Good start, good advice above.

Onward!


----------



## riderdan (Jan 2, 2014)

*First "run" *






I'm still laying out track to determine where to put the base and so forth, but since the track was out (half way) and my little helper kept asking "Wheresa train, daddy?" I decided to drag out an extension cord and run my train... and that wasn't the only thing that was running. 

Definitely encouragement to keep working


----------



## Torby (Jan 2, 2008)

Nice to see your little helper running.


----------



## riderdan (Jan 2, 2014)

Inaugural run of the outside loop. Got the concrete all poured (I'm going about this backwards--I'm pouring a 3" deep concrete roadbed on top of the tamped soil, then will build up around it as opposed to trenching) and the track set in place. I need to add rail clamps--I have them, just need to install--and then ballast and final leveling. Then I'll have another load of topsoil delivered to backfill and plant a few plants. 

The white pipe on the left is the sprinklers being installed. I had them plan to put a riser next to the railroad terrace so I can run drip irrigation. I expect to have that going in a few days when my dwarf Alberta Spruce arrive.

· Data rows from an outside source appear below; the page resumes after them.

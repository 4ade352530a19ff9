"""Supply drop: how far each node sits below the supply of its net.

A node's *net* is its connected component once the voltage sources and the reference node are
taken out of the network, following resistors (ideal connections included; a current source
conducts nothing and joins no nets). Found with :func:`scipy.sparse.csgraph.connected_components`.

A net's *nominal* is the potential its source-held nodes (endpoints of voltage sources) are held
at, taken from the solved voltages; when they are held at different potentials the one of
largest magnitude counts (the supply side). A net without a source-held node that touches the
reference through a resistor is a 0 V net (a ground mesh). Any other net (an island pinned with
``--allow-floating``) has no nominal and no drop. A caller may impose one nominal on every net.

The drop is ``|nominal| - sign(nominal) * V``: the distance below a positive supply, above a
negative one, and ``|V|`` on a 0 V net (ground bounce). It is negative where a node overshoots
its supply. Worst drops and counts over thresholds exclude the reference and source-held nodes.
"""

from __future__ import annotations

from dataclasses import dataclass

import numpy as np
import scipy.sparse as sp
from scipy.sparse.csgraph import connected_components

from .network import RESISTOR, VOLTAGE_SOURCE, Network


@dataclass(frozen=True)
class Threshold:
    """A drop threshold: ``value`` volts, or ``value`` as a fraction of the net's nominal.

    Attributes
    ----------
    value : float
        Volts (``relative`` False) or a fraction such as 0.05 for 5 % (``relative`` True).
    relative : bool
    """

    value: float
    relative: bool

    def volts(self, nominal: np.ndarray) -> np.ndarray:
        """The threshold in volts for nets of the given nominals (NaN where a fraction of a 0 V
        or unknown nominal has no meaning)."""
        nominal = np.asarray(nominal, dtype=np.float64)
        if not self.relative:
            return np.full(nominal.shape, self.value)
        volts = self.value * np.abs(nominal)
        return np.where(nominal != 0, volts, np.nan)

    def text(self) -> str:
        """``5%`` or ``50 mV`` style label."""
        if self.relative:
            return f"{self.value * 100:g}%"
        return f"{self.value * 1e3:g} mV" if abs(self.value) < 1 else f"{self.value:g} V"


DEFAULT_THRESHOLDS = (Threshold(0.01, True), Threshold(0.02, True), Threshold(0.05, True),
                      Threshold(0.10, True))


@dataclass(frozen=True)
class SupplyDrop:
    """Per-node drop and per-net statistics.

    Attributes
    ----------
    node_net : ndarray of int64, shape (n,)
        Net of every node; -1 for the reference node.
    drop : ndarray of float64, shape (n,)
        Volts below the net's supply (see the module notes); NaN where the net has no nominal
        and at the reference node.
    held : ndarray of bool, shape (n,)
        Source-held nodes (endpoints of voltage sources), excluded from the statistics.
    nominal : ndarray of float64, shape (k,)
        Nominal of each net, volts (NaN when unknown).
    representative : ndarray of int64, shape (k,)
        A node naming each net: its first source-held node, else its first node.
    size : ndarray of int64, shape (k,)
        Nodes per net.
    worst_node : ndarray of int64, shape (k,)
        The node of largest drop in each net (reference and held nodes excluded); -1 if none.
    worst_drop : ndarray of float64, shape (k,)
        That drop, volts (NaN if none).
    thresholds : tuple of Threshold
    over : ndarray of int64, shape (k, len(thresholds))
        Nodes of each net whose drop exceeds each threshold; -1 where the threshold does not
        apply (a percentage on a 0 V net).
    """

    node_net: np.ndarray
    drop: np.ndarray
    held: np.ndarray
    nominal: np.ndarray
    representative: np.ndarray
    size: np.ndarray
    worst_node: np.ndarray
    worst_drop: np.ndarray
    thresholds: tuple
    over: np.ndarray

    @property
    def n_nets(self) -> int:
        return int(self.nominal.size)

    @property
    def counted(self) -> np.ndarray:
        """Nodes that enter the statistics: not the reference, not held, with a known drop."""
        return (self.node_net >= 0) & ~self.held & np.isfinite(self.drop)

    def worst_nodes(self, top: int = 5) -> np.ndarray:
        """Indices of the ``top`` nodes of largest drop over every net (counted nodes only)."""
        candidates = np.flatnonzero(self.counted)
        if candidates.size > top:
            part = np.argpartition(-self.drop[candidates], top - 1)[:top]
            candidates = candidates[part]
        return candidates[np.argsort(-self.drop[candidates], kind="stable")]


def find_nets(net: Network) -> tuple[np.ndarray, int]:
    """Net of every node after removing voltage sources and the reference node.

    Returns
    -------
    node_net : ndarray of int64
        Net index of each node, numbered in order of each net's first node; -1 for the
        reference.
    n_nets : int
    """
    n = net.n_nodes
    resistors = (net.kind == RESISTOR) & np.isfinite(net.value)
    a, b = net.from_node[resistors], net.to_node[resistors]
    inside = (a != net.reference) & (b != net.reference)
    graph = sp.coo_matrix((np.ones(int(inside.sum()), np.int8), (a[inside], b[inside])),
                          shape=(n, n)).tocsr()
    _, labels = connected_components(graph, directed=False)
    labels = labels.astype(np.int64)
    labels[net.reference] = -1
    # Renumber by first appearance so net numbers do not depend on scipy's internal order.
    valid = labels >= 0
    _, first, inverse = np.unique(labels[valid], return_index=True, return_inverse=True)
    rank = np.empty(first.size, np.int64)
    rank[np.argsort(first, kind="stable")] = np.arange(first.size)
    labels[valid] = rank[inverse]
    return labels, int(first.size)


def supply_drop(net: Network, node_voltage: np.ndarray, *, nominal=None,
                thresholds=DEFAULT_THRESHOLDS) -> SupplyDrop:
    """Drop of every node below its net's supply, worst drop and counts over thresholds per net.

    Parameters
    ----------
    net : Network
    node_voltage : ndarray, shape (n,)
        Solved node voltages.
    nominal : float or ndarray, optional
        Impose this nominal (volts) on every net instead of finding it from the sources, or one
        nominal per net (as :attr:`SupplyDrop.nominal` of the same network gave).
    thresholds : sequence of Threshold

    Raises
    ------
    ValueError
        When per-net nominals do not match the number of nets.
    """
    v = np.asarray(node_voltage, dtype=np.float64)
    node_net, k = find_nets(net)
    sources = net.kind == VOLTAGE_SOURCE
    held = np.zeros(net.n_nodes, bool)
    held[net.from_node[sources]] = True
    held[net.to_node[sources]] = True
    held[net.reference] = False

    size = np.bincount(node_net[node_net >= 0], minlength=k).astype(np.int64)
    first = np.full(k, -1, np.int64)
    order = np.flatnonzero(node_net >= 0)[::-1]
    first[node_net[order]] = order                          # last write wins: the first node
    representative = first.copy()
    held_nodes = np.flatnonzero(held)[::-1]
    representative[node_net[held_nodes]] = held_nodes

    if nominal is None:
        nominals = _nominal_from_sources(net, v, node_net, k, held)
    elif np.ndim(nominal) == 0:
        nominals = np.full(k, float(nominal))
    else:
        nominals = np.asarray(nominal, dtype=np.float64)
        if nominals.shape != (k,):
            raise ValueError(f"{nominals.size} nominal(s) given for {k} net(s)")
    node_nominal = np.full(net.n_nodes, np.nan)
    node_nominal[node_net >= 0] = nominals[node_net[node_net >= 0]]
    drop = np.where(node_nominal == 0, np.abs(v),
                    np.abs(node_nominal) - np.sign(node_nominal) * v)
    drop[net.reference] = np.nan

    counted = (node_net >= 0) & ~held & np.isfinite(drop)
    worst_node, worst_drop = _worst_per_net(node_net, drop, counted, k)
    over = np.zeros((k, len(thresholds)), np.int64)
    nets_counted = node_net[counted]
    for j, threshold in enumerate(thresholds):
        limit = threshold.volts(nominals)
        exceeded = drop[counted] > limit[nets_counted]
        over[:, j] = np.bincount(nets_counted[exceeded], minlength=k)
        over[~np.isfinite(limit), j] = -1
    return SupplyDrop(node_net, drop, held, nominals, representative, size, worst_node,
                      worst_drop, tuple(thresholds), over)


def _nominal_from_sources(net, v, node_net, k, held) -> np.ndarray:
    """Held potential of largest magnitude per net; 0 for nets touching the reference through
    a resistor; NaN otherwise."""
    nominals = np.full(k, np.nan)
    held_nodes = np.flatnonzero(held & (node_net >= 0))
    if held_nodes.size:
        order = held_nodes[np.argsort(np.abs(v[held_nodes]), kind="stable")]
        nominals[node_net[order]] = v[order]                # last (largest |V|) wins
    resistors = (net.kind == RESISTOR) & np.isfinite(net.value)
    a, b = net.from_node[resistors], net.to_node[resistors]
    touching = np.concatenate([b[a == net.reference], a[b == net.reference]])
    touching = node_net[touching[touching != net.reference]]
    grounded = np.zeros(k, bool)
    grounded[touching] = True
    nominals[grounded & np.isnan(nominals)] = 0.0
    return nominals


def _worst_per_net(node_net, drop, counted, k):
    """Largest drop of every net and its node (the last such node on a tie), in linear time."""
    worst_node = np.full(k, -1, np.int64)
    worst_drop = np.full(k, np.nan)
    index = np.flatnonzero(counted)
    if index.size:
        nets, drops = node_net[index], drop[index]
        largest = np.full(k, -np.inf)
        np.maximum.at(largest, nets, drops)
        at_largest = drops == largest[nets]
        np.maximum.at(worst_node, nets[at_largest], index[at_largest])
        worst_drop[worst_node >= 0] = largest[worst_node >= 0]
    return worst_node, worst_drop


def _worst_per_net_reference(node_net, drop, counted, k):
    """:func:`_worst_per_net` by sorting (net, then drop)."""
    worst_node = np.full(k, -1, np.int64)
    worst_drop = np.full(k, np.nan)
    index = np.flatnonzero(counted)
    if index.size:
        order = index[np.lexsort((drop[index], node_net[index]))]   # by net, drop ascending
        worst_node[node_net[order]] = order                          # last write: the largest
        worst_drop[node_net[order]] = drop[order]
    return worst_node, worst_drop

I probably won't get to the inside loop or industrial siding before the Fall--I have a busy summer ahead and it will probably be too hot for outdoor work to be fun in Kansas until September. But I'm really pleased with how things are coming along and happy to have made it to the point where I can run trains


----------



## riderdan (Jan 2, 2014)

A little more progress (mostly on the train, not the garden)






Just thought I'd post this progress report: my Mallet is fully functional on DCC, the layout is wired and clamped, and the station and engine service buildings are out. You can see the pulsed smoke from the Mallet near the end of the clip--I'm pretty pleased with how it turned out--though I think I need a bigger (or second) speaker.

If you can ignore the moonlike background landscape, it's coming along nicely. I've stopped doing "gardening" now, since winter will be upon us soon, but I plan to jump back into the other aspect of *garden* railroading in the Spring.


----------



## Totalwrecker (Feb 26, 2009)

Did you enclose your speaker? Helps with volume and bass. Doesn't need be fancy.

John


----------



## SD90WLMT (Feb 16, 2010)

But strong enough to not ...." Vibrate"...

... ;-)


----------



## MyMiniatureWorlds (May 3, 2015)

That looks great. Wish my garden was as large as yours (or even larger).

What was your choice for DCC control?


----------



## riderdan (Jan 2, 2014)

MyMiniatureWorlds said:


> That looks great. Wish my garden was as large as yours (or even larger).
> 
> What was your choice for DCC control?


I have the 10-amp NCE system with the wireless cab. I'm currently running Zimo decoders in my two main locos (an LGB Mallet and Piko 0-6-0 switcher) and a mix of other decoders in my eggliners and assorted other motive power. I've been pretty happy with the NCE system thus far.

The layout is about 20x50, which seemed huge when I started, but now that I'm finding new things I want to fit in, I wish I'd gone a bit larger.


----------